Start of Input material

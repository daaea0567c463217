package terrain

import (
	"math"
)

// compose makes the profile out of the layers at the distances, which are the
// profile's own: bare earth with what stands on it, by whatever speaks there. A
// surface model speaks for everything that stands; without one the canopy and
// the buildings do, the taller of the two; and where there is no bare earth the
// surface stands in its place. Nothing is counted twice.
func (s *sampler) compose(distances []float64) {
	if s.alone(distances) {
		return
	}
	into, n := s.into, len(distances)
	into.DistanceM = distances
	into.GroundM, into.SourceIndex, into.BendPerM = resized(into.GroundM, n), resized(into.SourceIndex, n), resized(into.BendPerM, n)
	covered := s.covered()
	if covered {
		into.CoverM, into.CoverIndex = resized(into.CoverM, n), resized(into.CoverIndex, n)
	}
	var readers [layerCount]reader
	for l := range readers {
		readers[l].nodes = s.strips[l].nodes
	}
	var before mix
	for i, d := range distances {
		here := mixed(&readers, d)
		into.GroundM[i], into.SourceIndex[i] = here.groundM, here.ground
		if covered {
			into.CoverM[i], into.CoverIndex[i] = here.coverM, here.cover
		}
		into.BendPerM[i] = 0
		if i > 0 {
			into.BendPerM[i-1] = bendBetween(&readers, &before, &here, d-distances[i-1])
		}
		before = here
	}
}

// covered reports whether anything may stand on bare earth.
func (s *sampler) covered() bool {
	has := func(l layer) bool { return !s.strips[l].empty() }
	return has(groundLayer) && (has(surfaceLayer) || has(canopyLayer) || has(buildingsLayer) || has(outlinesLayer))
}

// only is the layer that speaks where no other does; nil where several do, or
// none.
func (s *sampler) only() *strip {
	var only *strip
	for l := range s.strips {
		switch {
		case s.strips[l].empty():
		case only != nil:
			return nil
		default:
			only = &s.strips[l]
		}
	}
	return only
}

// alone takes a layer of heights above the sea as it is where it is the only
// one, which is what most operators have.
func (s *sampler) alone(distances []float64) bool {
	only, n := s.only(), len(distances)
	if only == nil || len(only.nodes) != n || only != &s.strips[groundLayer] && only != &s.strips[surfaceLayer] {
		return false
	}
	into := s.into
	into.DistanceM = distances
	into.GroundM, into.SourceIndex, into.BendPerM = resized(into.GroundM, n), resized(into.SourceIndex, n), resized(into.BendPerM, n)
	for i := range only.nodes {
		node := &only.nodes[i]
		into.GroundM[i], into.BendPerM[i], into.SourceIndex[i] = node.height, node.bend, node.source
	}
	return true
}

// mix is what the layers make together at one place.
type mix struct {
	groundM, coverM float64
	ground, cover   int16
	top             [2]layer            // the layers whose sum is the top; none is layerCount
	tops            [layerCount]float64 // how high each layer that counts reaches; NaN for the others
}

// mixed reads the layers at a distance, which is no less than in the call
// before.
func mixed(readers *[layerCount]reader, d float64) mix {
	var h [layerCount]float64
	var source [layerCount]int16
	for l := range readers {
		h[l], source[l] = math.NaN(), -1
		if r := &readers[l]; len(r.nodes) > 1 {
			r.reach(d)
			h[l], source[l] = r.heightAt(d)
		}
	}
	ground, surface := h[groundLayer], h[surfaceLayer]
	out := mix{groundM: ground, ground: source[groundLayer], cover: -1, top: topOf(groundLayer), tops: h}
	for l := canopyLayer; l < layerCount; l++ {
		out.tops[l] += ground // heights above it
		if surface == surface {
			out.tops[l] = math.NaN() // the surface speaks
		}
	}
	switch {
	case ground != ground:
		out.groundM, out.ground, out.top = surface, source[surfaceLayer], topOf(surfaceLayer)
	case surface > ground:
		out.coverM, out.cover, out.top = surface-ground, source[surfaceLayer], topOf(surfaceLayer)
	case surface == surface:
		// The surface lies below the ground, by an error of one of the two.
	default:
		for _, l := range []layer{canopyLayer, buildingsLayer, outlinesLayer} {
			if h[l] > out.coverM {
				out.coverM, out.cover, out.top = h[l], source[l], topOf(l)
			}
		}
	}
	return out
}

// bendBetween is how the top runs from one place to the next, a distance stepM
// apart. Where another layer is on top at either end, or may rise above the top in
// between, it runs no lower than both.
func bendBetween(readers *[layerCount]reader, a, b *mix, stepM float64) float64 {
	bend := bendOf(readers, a.top)
	if a.top != b.top {
		bend = max(0, bend, bendOf(readers, b.top))
	}
	topA, topB := a.groundM+a.coverM, b.groundM+b.coverM
	for l := range a.tops {
		layers := topOf(layer(l))
		if layers == a.top || a.tops[l] != a.tops[l] || b.tops[l] != b.tops[l] {
			continue
		}
		// It lies a gap below at both ends; (d - d_i) (d_i+1 - d) is a quarter of
		// the square of the step at most, in the middle.
		gap := min(topA-a.tops[l], topB-b.tops[l])
		bend = max(bend, bendOf(readers, layers)-4*gap/(stepM*stepM))
	}
	return bend
}

// topOf are the layers whose sum is the top where a layer is what stands highest.
func topOf(l layer) [2]layer {
	if l <= surfaceLayer {
		return [2]layer{l, layerCount}
	}
	return [2]layer{groundLayer, l}
}

func bendOf(readers *[layerCount]reader, top [2]layer) float64 {
	sum := 0.0
	for _, l := range top {
		if l < layerCount && len(readers[l].nodes) > 1 {
			sum += readers[l].nodes[readers[l].i].bend
		}
	}
	return sum
}

func resized[T any](s []T, n int) []T {
	if cap(s) < n {
		return make([]T, n)
	}
	return s[:n]
}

End of Input material

Every entry above should be duplicated exactly.

:: Solution to this problem ::
repository daaea0567c463217
package terrain

import (
	"math"
)

// compose makes the profile out of the layers at the distances, which are the
// profile's own: bare earth with what stands on it, by whatever speaks there. A
// surface model speaks for everything that stands; without one the canopy and
// the buildings do, the taller of the two; and where there is no bare earth the
// surface stands in its place. Nothing is counted twice.
func (s *sampler) compose(distances []float64) {
	if s.alone(distances) {
		return
	}
	into, n := s.into, len(distances)
	into.DistanceM = distances
	into.GroundM, into.SourceIndex, into.BendPerM = resized(into.GroundM, n), resized(into.SourceIndex, n), resized(into.BendPerM, n)
	covered := s.covered()
	if covered {
		into.CoverM, into.CoverIndex = resized(into.CoverM, n), resized(into.CoverIndex, n)
	}
	var readers [layerCount]reader
	for l := range readers {
		readers[l].nodes = s.strips[l].nodes
	}
	var before mix
	for i, d := range distances {
		here := mixed(&readers, d)
		into.GroundM[i], into.SourceIndex[i] = here.groundM, here.ground
		if covered {
			into.CoverM[i], into.CoverIndex[i] = here.coverM, here.cover
		}
		into.BendPerM[i] = 0
		if i > 0 {
			into.BendPerM[i-1] = bendBetween(&readers, &before, &here, d-distances[i-1])
		}
		before = here
	}
}

// covered reports whether anything may stand on bare earth.
func (s *sampler) covered() bool {
	has := func(l layer) bool { return !s.strips[l].empty() }
	return has(groundLayer) && (has(surfaceLayer) || has(canopyLayer) || has(buildingsLayer) || has(outlinesLayer))
}

// only is the layer that speaks where no other does; nil where several do, or
// none.
func (s *sampler) only() *strip {
	var only *strip
	for l := range s.strips {
		switch {
		case s.strips[l].empty():
		case only != nil:
			return nil
		default:
			only = &s.strips[l]
		}
	}
	return only
}

// alone takes a layer of heights above the sea as it is where it is the only
// one, which is what most operators have.
func (s *sampler) alone(distances []float64) bool {
	only, n := s.only(), len(distances)
	if only == nil || len(only.nodes) != n || only != &s.strips[groundLayer] && only != &s.strips[surfaceLayer] {
		return false
	}
	into := s.into
	into.DistanceM = distances
	into.GroundM, into.SourceIndex, into.BendPerM = resized(into.GroundM, n), resized(into.SourceIndex, n), resized(into.BendPerM, n)
	for i := range only.nodes {
		node := &only.nodes[i]
		into.GroundM[i], into.BendPerM[i], into.SourceIndex[i] = node.height, node.bend, node.source
	}
	return true
}

// mix is what the layers make together at one place.
type mix struct {
	groundM, coverM float64
	ground, cover   int16
	top             [2]layer            // the layers whose sum is the top; none is layerCount
	tops            [layerCount]float64 // how high each layer that counts reaches; NaN for the others
}

// mixed reads the layers at a distance, which is no less than in the call
// before.
func mixed(readers *[layerCount]reader, d float64) mix {
	var h [layerCount]float64
	var source [layerCount]int16
	for l := range readers {
		h[l], source[l] = math.NaN(), -1
		if r := &readers[l]; len(r.nodes) > 1 {
			r.reach(d)
			h[l], source[l] = r.heightAt(d)
		}
	}
	ground, surface := h[groundLayer], h[surfaceLayer]
	out := mix{groundM: ground, ground: source[groundLayer], cover: -1, top: topOf(groundLayer), tops: h}
	for l := canopyLayer; l < layerCount; l++ {
		out.tops[l] += ground // heights above it
		if surface == surface {
			out.tops[l] = math.NaN() // the surface speaks
		}
	}
	switch {
	case ground != ground:
		out.groundM, out.ground, out.top = surface, source[surfaceLayer], topOf(surfaceLayer)
	case surface > ground:
		out.coverM, out.cover, out.top = surface-ground, source[surfaceLayer], topOf(surfaceLayer)
	case surface == surface:
		// The surface lies below the ground, by an error of one of the two.
	default:
		for _, l := range []layer{canopyLayer, buildingsLayer, outlinesLayer} {
			if h[l] > out.coverM {
				out.coverM, out.cover, out.top = h[l], source[l], topOf(l)
			}
		}
	}
	return out
}

// bendBetween is how the top runs from one place to the next, a distance stepM
// apart. Where another layer is on top at either end, or may rise above the top in
// between, it runs no lower than both.
func bendBetween(readers *[layerCount]reader, a, b *mix, stepM float64) float64 {
	bend := bendOf(readers, a.top)
	if a.top != b.top {
		bend = max(0, bend, bendOf(readers, b.top))
	}
	topA, topB := a.groundM+a.coverM, b.groundM+b.coverM
	for l := range a.tops {
		layers := topOf(layer(l))
		if layers == a.top || a.tops[l] != a.tops[l] || b.tops[l] != b.tops[l] {
			continue
		}
		// It lies a gap below at both ends; (d - d_i) (d_i+1 - d) is a quarter of
		// the square of the step at most, in the middle.
		gap := min(topA-a.tops[l], topB-b.tops[l])
		bend = max(bend, bendOf(readers, layers)-4*gap/(stepM*stepM))
	}
	return bend
}

// topOf are the layers whose sum is the top where a layer is what stands highest.
func topOf(l layer) [2]layer {
	if l <= surfaceLayer {
		return [2]layer{l, layerCount}
	}
	return [2]layer{groundLayer, l}
}

func bendOf(readers *[layerCount]reader, top [2]layer) float64 {
	sum := 0.0
	for _, l := range top {
		if l < layerCount && len(readers[l].nodes) > 1 {
			sum += readers[l].nodes[readers[l].i].bend
		}
	}
	return sum
}

func resized[T any](s []T, n int) []T {
	if cap(s) < n {
		return make([]T, n)
	}
	return s[:n]
}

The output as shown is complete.